Now for the question: I've developed some pain on top of my right wrist, no dirty jokes please, and wondered if anyone had any advice. I'm using Body Geometry ergonomic grips as these solved the problem of sore palms. I also have my break/gear levers set at quite an acute angle as this feels easier to operate but I did wonder if this was wise. Of late I have been getting a little more ambitious venturing out onto more technical rooty and rocky trails and practicing modest drops which has probably contributed to my problem. To be honest there is no probably about it Would a wrist brace help. 

Al


----------



## TheBaldBlur (Jan 13, 2014)

While I'm not personally a fan of these, my riding buddy swears by the ESI Chunky grips. They're a bit oversized so your hands are in a less contracted position.

Shifter/brake positioning is a very individual taste, but I like them angled so that I have a natural reach when standing on the pedals in attack position more so than seated.

My first bet though is that you've got a "death grip" on the bars. I suspect that because I did the same when I returned to biking after a long hiatus.


----------



## elder_mtber (Jan 13, 2004)

I am also 70+ with arthritic wrists. Carbon fiber bars help compared to aluminum. Also, experiment with fork air pressure and tire pressure.

Best wishes,
Terry


----------



## Tim22 (Sep 11, 2010)

https://fasstmtb.com/products/emtb-flexx-enduro-aluminum-center-composite-handles


----------



## richardjohnson (Sep 12, 2016)

Al Randall said:


> Hello everyone. I'm new here. I'm 70 years old and started mountain biking 4 months ago and have become quite obsessed with it. I own a Trek e mountain bike and cycle regularly at the Forest of Dean and more recently Flyup417 as these are both near to where I live. To date I'm getting out once or twice a week. I've even been to BikePark Wales just the once.
> 
> Now for the question: I've developed some pain on top of my right wrist, no dirty jokes please, and wondered if anyone had any advice. I'm using Body Geometry ergonomic grips as these solved the problem of sore palms. I also have my break/gear levers set at quite an acute angle as this feels easier to operate but I did wonder if this was wise. Of late I have been getting a little more ambitious venturing out onto more technical rooty and rocky trails and practicing modest drops which has probably contributed to my problem. To be honest there is no probably about it Would a wrist brace help.
> 
> Al


With any jump into a sport that is impact related your contact points are bound to have pain. At 70 and new to mountain biking I am sure that you are experiencing more than your share of contact point discomfort. While fatter grips and such can be beneficial you might also want to try a higher back sweep bar.

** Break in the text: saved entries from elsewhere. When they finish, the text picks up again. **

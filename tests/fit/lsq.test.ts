/**
 * The weighted least-squares routine (generators/fit/lsq.ts) against outside references:
 * - NIST StRD nonlinear regression, dataset Misra1a (lower difficulty): data, certified parameters,
 *   their standard deviations and the residual sum of squares, all from memory; the values were
 *   re-derived here from the data by Debian's python3-numpy (analytic Jacobian at the certified
 *   point) and by scipy.optimize.least_squares, which agree to every digit written below;
 * - a weighted linear model, whose minimum and covariance are exact solutions of the normal
 *   equations (numpy.linalg.lstsq and inv(AᵀWA) by Debian's python3-numpy as the reference);
 * - exact mathematics for one-parameter cases: a constrained convex quadratic has its minimum at
 *   the bound nearest the unconstrained one; one point of a one-parameter model is fitted exactly,
 *   with variance σ²/(∂f/∂θ)²; Gauss–Newton solves a linear model in one step.
 */
import { describe, expect, it } from 'vitest';
import { execFileSync } from 'node:child_process';
import { chi2Of, weightedLeastSquares, type LsqProblem } from '../../generators/fit/lsq.ts';
import { KilnInputError } from '../../generators/errors.ts';
import { requirePython } from '../support/python.ts';
import { mulberry32 } from './rng.ts';

// NIST StRD, Misra1a: y = b1·(1 − exp(−b2·x)), 14 observations (from memory, see above).
const MISRA_X = [77.6, 114.9, 141.1, 190.8, 239.9, 289.0, 332.8, 378.4, 434.8, 477.3, 536.8, 593.1, 689.1, 760.0];
const MISRA_Y = [10.07, 14.73, 17.94, 23.93, 29.61, 35.18, 40.02, 44.82, 50.76, 55.05, 61.01, 66.4, 75.47, 81.78];
const MISRA_CERTIFIED = { b1: 2.3894212918e2, b2: 5.5015643181e-4, sd1: 2.7070075241, sd2: 7.2668688436e-6, rss: 1.2455138894e-1, residualSd: 1.018787633e-1 };
/** NIST's two starting points. */
const MISRA_STARTS = [
  [500, 1e-4],
  [250, 5e-4],
];

function misra(initial: number[], withJacobian: boolean, scaleByReducedChi2 = true): LsqProblem {
  return {
    names: ['b1', 'b2'],
    x: MISRA_X,
    y: MISRA_Y,
    sigma: MISRA_X.map(() => 1),
    model: ([b1, b2], x) => b1 * (1 - Math.exp(-b2 * x)),
    jacobian: withJacobian ? ([b1, b2], x) => [1 - Math.exp(-b2 * x), b1 * x * Math.exp(-b2 * x)] : undefined,
    initial,
    scaleByReducedChi2,
  };
}

const rel = (a: number, b: number) => Math.abs(a / b - 1);

describe('weighted least squares on NIST StRD Misra1a (certified values)', () => {
  for (const start of MISRA_STARTS)
    for (const withJacobian of [false, true])
      it(`reaches the certified minimum from NIST start (${start}) with ${withJacobian ? 'an analytic' : 'a finite-difference'} Jacobian`, () => {
        const r = weightedLeastSquares(misra(start, withJacobian));
        const c = MISRA_CERTIFIED;
        // χ² is flat at the minimum: a relative parameter error δ moves it by only (δ·b/σ)², so
        // parameters agree to ~1e-8 where χ² agrees to 1e-9
        expect(rel(r.params.b1, c.b1)).toBeLessThan(2e-8);
        expect(rel(r.params.b2, c.b2)).toBeLessThan(2e-8);
        expect(rel(r.chi2, c.rss)).toBeLessThan(1e-9);
        expect(r.dof).toBe(12);
        expect(rel(r.reducedChi2 as number, c.residualSd ** 2)).toBeLessThan(1e-9);
        // NIST's standard deviations are those of (JᵀJ)⁻¹·RSS/dof
        expect(r.errorsScaledByReducedChi2).toBe(true);
        expect(rel(r.errors.b1, c.sd1)).toBeLessThan(1e-6);
        expect(rel(r.errors.b2, c.sd2)).toBeLessThan(1e-6);
        expect(rel(r.covariance[0][0], c.sd1 ** 2)).toBeLessThan(2e-6);
        expect(r.covariance[0][1]).toBe(r.covariance[1][0]);
        expect(r.free).toEqual(['b1', 'b2']);
        expect(r.fixed).toEqual([]);
      });

  it('unscaled (the default) gives (JᵀJ)⁻¹ itself: the certified deviations over the residual standard deviation', () => {
    const r = weightedLeastSquares(misra(MISRA_STARTS[0], true, false));
    const c = MISRA_CERTIFIED;
    expect(r.errorsScaledByReducedChi2).toBe(false);
    expect(rel(r.errors.b1, c.sd1 / c.residualSd)).toBeLessThan(1e-6);
    expect(rel(r.errors.b2, c.sd2 / c.residualSd)).toBeLessThan(1e-6);
  });

  it('holds a fixed parameter: b2 at its certified value leaves b1 alone free, at its certified value', () => {
    const r = weightedLeastSquares({ ...misra([100, MISRA_CERTIFIED.b2], false, false), fixed: [false, true] });
    expect(r.fixed).toEqual(['b2']);
    expect(r.free).toEqual(['b1']);
    expect(r.params.b2).toBe(MISRA_CERTIFIED.b2);
    expect(r.errors.b2).toBe(0);
    // b1 enters linearly: its minimum is Σ y·u / Σ u² with u = 1 − exp(−b2·x) (normal equation)
    const u = MISRA_X.map((x) => 1 - Math.exp(-MISRA_CERTIFIED.b2 * x));
    const b1 = u.reduce((s, ui, i) => s + ui * MISRA_Y[i], 0) / u.reduce((s, ui) => s + ui * ui, 0);
    expect(rel(r.params.b1, b1)).toBeLessThan(1e-10);
    expect(r.dof).toBe(13);
    expect(r.covariance.length).toBe(1);
    expect(rel(r.covariance[0][0], 1 / u.reduce((s, ui) => s + ui * ui, 0))).toBeLessThan(1e-8);
  });
});

describe('weighted least squares on a linear model (normal equations, numpy as reference)', () => {
  // y = θ0 + θ1·x + θ2·x², seeded noise and unequal errors; no Jacobian, scale, min or max given
  const rnd = mulberry32(1515);
  const X = Array.from({ length: 15 }, (_, i) => 0.5 + i * 0.7);
  const SIG = X.map(() => 0.2 + rnd());
  const Y = X.map((x, i) => 1.5 - 0.8 * x + 0.09 * x * x + SIG[i] * (rnd() - 0.5) * 2);

  let cached: { theta: number[]; cov: number[][]; chi2: number } | undefined;
  function numpyReference(): { theta: number[]; cov: number[][]; chi2: number } {
    if (cached) return cached;
    const py = requirePython('scipy');
    const script = `
import sys, json, numpy as np
d = json.load(sys.stdin)
x, y, s = (np.array(d[k]) for k in ("x", "y", "s"))
A = np.stack([np.ones_like(x), x, x * x], 1)
theta = np.linalg.lstsq(A / s[:, None], y / s, rcond=None)[0]
cov = np.linalg.inv((A / s[:, None]).T @ (A / s[:, None]))
chi2 = float(np.sum(((y - A @ theta) / s) ** 2))
print(json.dumps({"theta": theta.tolist(), "cov": cov.tolist(), "chi2": chi2}))`;
    cached = JSON.parse(execFileSync(py, ['-c', script], { input: JSON.stringify({ x: X, y: Y, s: SIG }) }).toString());
    return cached as { theta: number[]; cov: number[][]; chi2: number };
  }

  it('gives the solution of the normal equations, (AᵀWA)⁻¹ as covariance and χ² with dof = n − 3', () => {
    const ref = numpyReference();
    const r = weightedLeastSquares({ names: ['c0', 'c1', 'c2'], x: X, y: Y, sigma: SIG, model: ([a, b, c], x) => a + b * x + c * x * x, initial: [0, 0, 0] });
    ['c0', 'c1', 'c2'].forEach((k, i) => expect(Math.abs(r.params[k] - ref.theta[i]), k).toBeLessThan(1e-9 * (1 + Math.abs(ref.theta[i]))));
    for (let a = 0; a < 3; a++) for (let b = 0; b < 3; b++) expect(rel(r.covariance[a][b], ref.cov[a][b]), `cov[${a}][${b}]`).toBeLessThan(1e-6);
    ['c0', 'c1', 'c2'].forEach((k, i) => expect(rel(r.errors[k], Math.sqrt(ref.cov[i][i])), k).toBeLessThan(1e-6));
    expect(rel(r.chi2, ref.chi2)).toBeLessThan(1e-10);
    expect(r.dof).toBe(12);
    expect(r.reducedChi2).toBe(r.chi2 / 12);
    expect(r.errorsScaledByReducedChi2).toBe(false);
    expect(chi2Of({ names: [], x: X, y: Y, sigma: SIG, model: ([a, b, c], x) => a + b * x + c * x * x, initial: [] }, ref.theta)).toBeCloseTo(ref.chi2, 10);
  });

  it('scaled by χ²/dof on request: covariance × reducedChi2', () => {
    const ref = numpyReference();
    const r = weightedLeastSquares({ names: ['c0', 'c1', 'c2'], x: X, y: Y, sigma: SIG, model: ([a, b, c], x) => a + b * x + c * x * x, initial: [1, 1, 1], scaleByReducedChi2: true });
    const f = ref.chi2 / 12;
    for (let a = 0; a < 3; a++) for (let b = 0; b < 3; b++) expect(rel(r.covariance[a][b], ref.cov[a][b] * f), `cov[${a}][${b}]`).toBeLessThan(1e-6);
  });
});

describe('weighted least squares, exact one-parameter cases', () => {
  // y = a·x: χ²(a) = Σ (y − a x)²/σ² is a convex quadratic with minimum a* = Σ(xy/σ²)/Σ(x²/σ²)
  const X = [1, 2, 3, 4];
  const Y = [2.1, 3.9, 6.2, 7.8];
  const S = [0.1, 0.2, 0.2, 0.4];
  const aStar = X.reduce((s, x, i) => s + (x * Y[i]) / S[i] ** 2, 0) / X.reduce((s, x, i) => s + (x * x) / S[i] ** 2, 0);
  const line = (o: Partial<LsqProblem>): LsqProblem => ({ names: ['a'], x: X, y: Y, sigma: S, model: ([a], x) => a * x, initial: [1], ...o });

  it('unbounded: the normal-equation minimum, variance 1/Σ(x²/σ²)', () => {
    const r = weightedLeastSquares(line({}));
    // χ² in doubles is flat within its rounding ε·χ²: a is resolved to σ_a·√(ε·χ²) ≈ 1e-9 relative
    expect(rel(r.params.a, aStar)).toBeLessThan(1e-9);
    expect(rel(r.covariance[0][0], 1 / X.reduce((s, x, i) => s + (x * x) / S[i] ** 2, 0))).toBeLessThan(1e-8);
  });

  it('bounded: the minimum sits on the bound nearest the unconstrained one, from either side', () => {
    const hi = weightedLeastSquares(line({ max: [aStar - 0.25] }));
    expect(hi.params.a).toBe(aStar - 0.25);
    const lo = weightedLeastSquares(line({ min: [aStar + 0.25], initial: [3] }));
    expect(lo.params.a).toBe(aStar + 0.25);
    // a start outside the box is brought to the bound the minimum lies on
    const from = weightedLeastSquares(line({ max: [aStar - 0.25], initial: [aStar + 3] }));
    expect(from.params.a).toBe(aStar - 0.25);
    // a bound the minimum lies within changes nothing
    const inside = weightedLeastSquares(line({ min: [aStar - 1], max: [aStar + 1] }));
    expect(rel(inside.params.a, aStar)).toBeLessThan(1e-9);
  });

  it('one point (below the LM package’s two): the Gauss–Newton steps alone fit it exactly, with variance σ²/(∂f/∂a)²', () => {
    // y = exp(a·x) through (2, 5): a = ln(5)/2 ≈ 0.805; ∂f/∂a = x·e^(a x) = 2·5. The start is near
    // the solution: undamped steps from far away overshoot, and the first rejected step ends the polish.
    const p: LsqProblem = { names: ['a'], x: [2], y: [5], sigma: [0.5], model: ([a], x) => Math.exp(a * x), initial: [0.75] };
    for (const scaleByReducedChi2 of [false, true]) {
      const r = weightedLeastSquares({ ...p, scaleByReducedChi2 });
      expect(rel(r.params.a, Math.log(5) / 2)).toBeLessThan(1e-12);
      expect(r.iterations).toBeGreaterThan(1);
      expect(r.dof).toBe(0);
      expect(r.reducedChi2).toBeNull();
      expect(r.errorsScaledByReducedChi2).toBe(false);
      expect(rel(r.errors.a, 0.5 / 10)).toBeLessThan(1e-8);
    }
  });

  it('two points, two parameters (the fewest the LM package takes): the curve through both, from a far start', () => {
    // b1·(1 − e^(−b2·x)) through two points of b = (2, 0.7): χ² = 0 there, and the parameters are that b
    const f = ([b1, b2]: readonly number[], x: number) => b1 * (1 - Math.exp(-b2 * x));
    // errors of any size leave an exact fit where it is
    for (const sigma of [[1, 1], [0.5, 2]]) {
      const r = weightedLeastSquares({ names: ['b1', 'b2'], x: [1, 3], y: [f([2, 0.7], 1), f([2, 0.7], 3)], sigma, model: f, initial: [1, 0.1] });
      expect(rel(r.params.b1, 2), `σ = ${sigma}`).toBeLessThan(1e-9);
      expect(rel(r.params.b2, 0.7), `σ = ${sigma}`).toBeLessThan(1e-9);
      expect(r.chi2).toBeLessThan(1e-20);
    }
  });

  it('Gauss–Newton solves a linear model in one step: iterations count the accepted steps', () => {
    // y = a·x through (2, 3) with the exact Jacobian: a = 1.5 after one step, and no further step lowers χ² = 0
    const r = weightedLeastSquares({ names: ['a'], x: [2], y: [3], sigma: [1], model: ([a], x) => a * x, jacobian: (_, x) => [x], initial: [1] });
    expect(r.params.a).toBe(1.5);
    expect(r.chi2).toBe(0);
    expect(r.iterations).toBe(1);
  });

  it('accepts only steps that lower χ²: a first step that overshoots leaves the start, and χ² is that of the returned parameters', () => {
    // y = exp(a·x) through (2, 5) from a = 0.3: the undamped step goes to a ≈ 1.17, where χ² is larger
    const p: LsqProblem = { names: ['a'], x: [2], y: [5], sigma: [0.5], model: ([a], x) => Math.exp(a * x), jacobian: ([a], x) => [x * Math.exp(a * x)], initial: [0.3] };
    const r = weightedLeastSquares(p);
    expect(r.params.a).toBe(0.3);
    expect(r.iterations).toBe(0);
    expect(r.chi2).toBe(chi2Of(p, [0.3]));
  });

  it('Gauss–Newton on f(a) = a² towards 0 halves a exactly each step; it stops when χ² falls by less than 1e-13, or after 30 steps', () => {
    // the step is −f/f′ = −a/2 (exact in binary); χ² = a⁴ falls by 15/16 of itself per step, below
    // 1e-13 once χ² ≤ 2⁻⁴⁴: from a = 1 that is the 12th step (a = 2⁻¹²)
    const p = (a0: number): LsqProblem => ({ names: ['a'], x: [0], y: [0], sigma: [1], model: ([a]) => a * a, jacobian: ([a]) => [2 * a], initial: [a0] });
    const one = weightedLeastSquares(p(1));
    expect(one.params.a).toBe(2 ** -12);
    expect(one.iterations).toBe(12);
    expect(one.chi2).toBe(2 ** -48);
    // from a = 2²⁰ the step cap (30, the code's stated limit) ends it at a = 2⁻¹⁰
    const far = weightedLeastSquares(p(2 ** 20));
    expect(far.params.a).toBe(2 ** -10);
    expect(far.iterations).toBe(30);
  });

  it('with every parameter fixed: the initial values, χ² there, zero errors, dof = n', () => {
    const r = weightedLeastSquares(line({ fixed: [true], initial: [2] }));
    expect(r.params.a).toBe(2);
    expect(r.errors.a).toBe(0);
    expect(r.covariance).toEqual([]);
    expect(r.iterations).toBe(0);
    expect(r.chi2).toBeCloseTo(X.reduce((s, x, i) => s + ((Y[i] - 2 * x) / S[i]) ** 2, 0), 12);
    expect(r.dof).toBe(4);
    expect(r.free).toEqual([]);
    expect(r.fixed).toEqual(['a']);
  });
});

describe('weighted least squares, bad input (one-line errors: file, field, value, expected)', () => {
  const base: LsqProblem = { names: ['a', 'b'], x: [1, 2, 3], y: [1, 2, 3], sigma: [1, 1, 1], model: ([a, b], x) => a + b * x, initial: [0, 1], label: 'test law', file: 'lines.csv' };
  const error = (p: LsqProblem): KilnInputError => {
    try {
      weightedLeastSquares(p);
    } catch (e) {
      if (e instanceof KilnInputError) return e;
      throw e;
    }
    throw new Error('no error');
  };

  it('fewer points than free parameters; exactly as many is a fit', () => {
    const e = error({ ...base, x: [1], y: [1], sigma: [1] });
    expect(e.oneLine()).toBe('lines.csv: lines: test law: fewer data points than free parameters (got 1; expected ≥ 2 (free: a, b))');
    const exact = weightedLeastSquares({ ...base, x: [1, 3], y: [2, 5], sigma: [1, 1] });
    expect(rel(exact.params.b, 1.5)).toBeLessThan(1e-12);
    expect(rel(exact.params.a, 0.5)).toBeLessThan(1e-12);
    expect(exact.dof).toBe(0);
    expect(error({ ...base, label: undefined, x: [1], y: [1], sigma: [1], fixed: [false, false] }).message).toBe('fit: fewer data points than free parameters');
  });

  it('a point without a finite value or a positive error, named by its 1-based number', () => {
    for (const [y, sigma, shown] of [
      [2, 0, '2 ± 0'],
      [2, -1, '2 ± -1'],
      [2, NaN, '2 ± NaN'],
      [NaN, 1, 'NaN ± 1'],
      [Infinity, 1, 'Infinity ± 1'],
    ] as const) {
      const e = error({ ...base, y: [1, y, 3], sigma: [1, sigma, 1] });
      expect(e.oneLine()).toBe(`lines.csv: point 2: test law: every point needs a finite value and an error > 0 (got "${shown}"; expected error > 0)`);
    }
  });

  it('parameters the data cannot separate are reported as degenerate', () => {
    const e = error({ ...base, model: ([a, b]) => a + b });
    expect(e.message).toBe('test law: parameters are not constrained by the data (degenerate); fix one of them');
    expect(e.where).toMatchObject({ file: 'lines.csv', field: 'free', value: 'a, b' });
    expect(e.where.expected).toMatch(/^parameters the lines can separate/);
  });
});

It can put your wrist in a more natural position than a flat bar, aligning your wrist more evenly with your hand. There are various backsweeps available in bars from subtle 7° sweeps to much larger >30° sweep bars.

Being in the UK you could try these offerings from On-One

The Fleegle: https://www.on-one.co.uk/i/q/HBOOFPB/on-one-fleegle-pro-handlebar
The Mary: https://www.on-one.co.uk/i/q/HBOOMA/on-one-mary-handlebar
The geoff: https://www.on-one.co.uk/i/q/HBOOGBV2/on-one-geoff-handlebar

variations of back sweep.

I started on the fleegle, found it was too little backsweep, got a mary, really liked that but eventually graduated to a 45° bar like the Geoff that came from Jones (not surprisingly name Jeff Jones) of which this bar is a copy. I use it for all types of riding and with the extra area at the top of the bar it gives me a little extra hand positions to use. Trying a higher sweep bar can mean having to adjust your stem length and/or rise but it could totally be worth it.

I have ridden with no suspension on my bikes for a decade now with high sweep bars over all types of difficult and technical trails in Arizona and Washington State and have not had wrist or hand pain with the high sweep bars.


----------



## leeboh (Aug 5, 2011)

Did you get properly fitted for leg and body position on the bike? Reach and bar height? All important. As said, check front for sag and tire psi. I'm a big fan of swept back bars as well. For me on my commuter, mt bike and touring bike I find a 15-20 degree sweep back to be comfortable. Try some salsa bend 2 bars, 17 and 23 degrees of sweep.


----------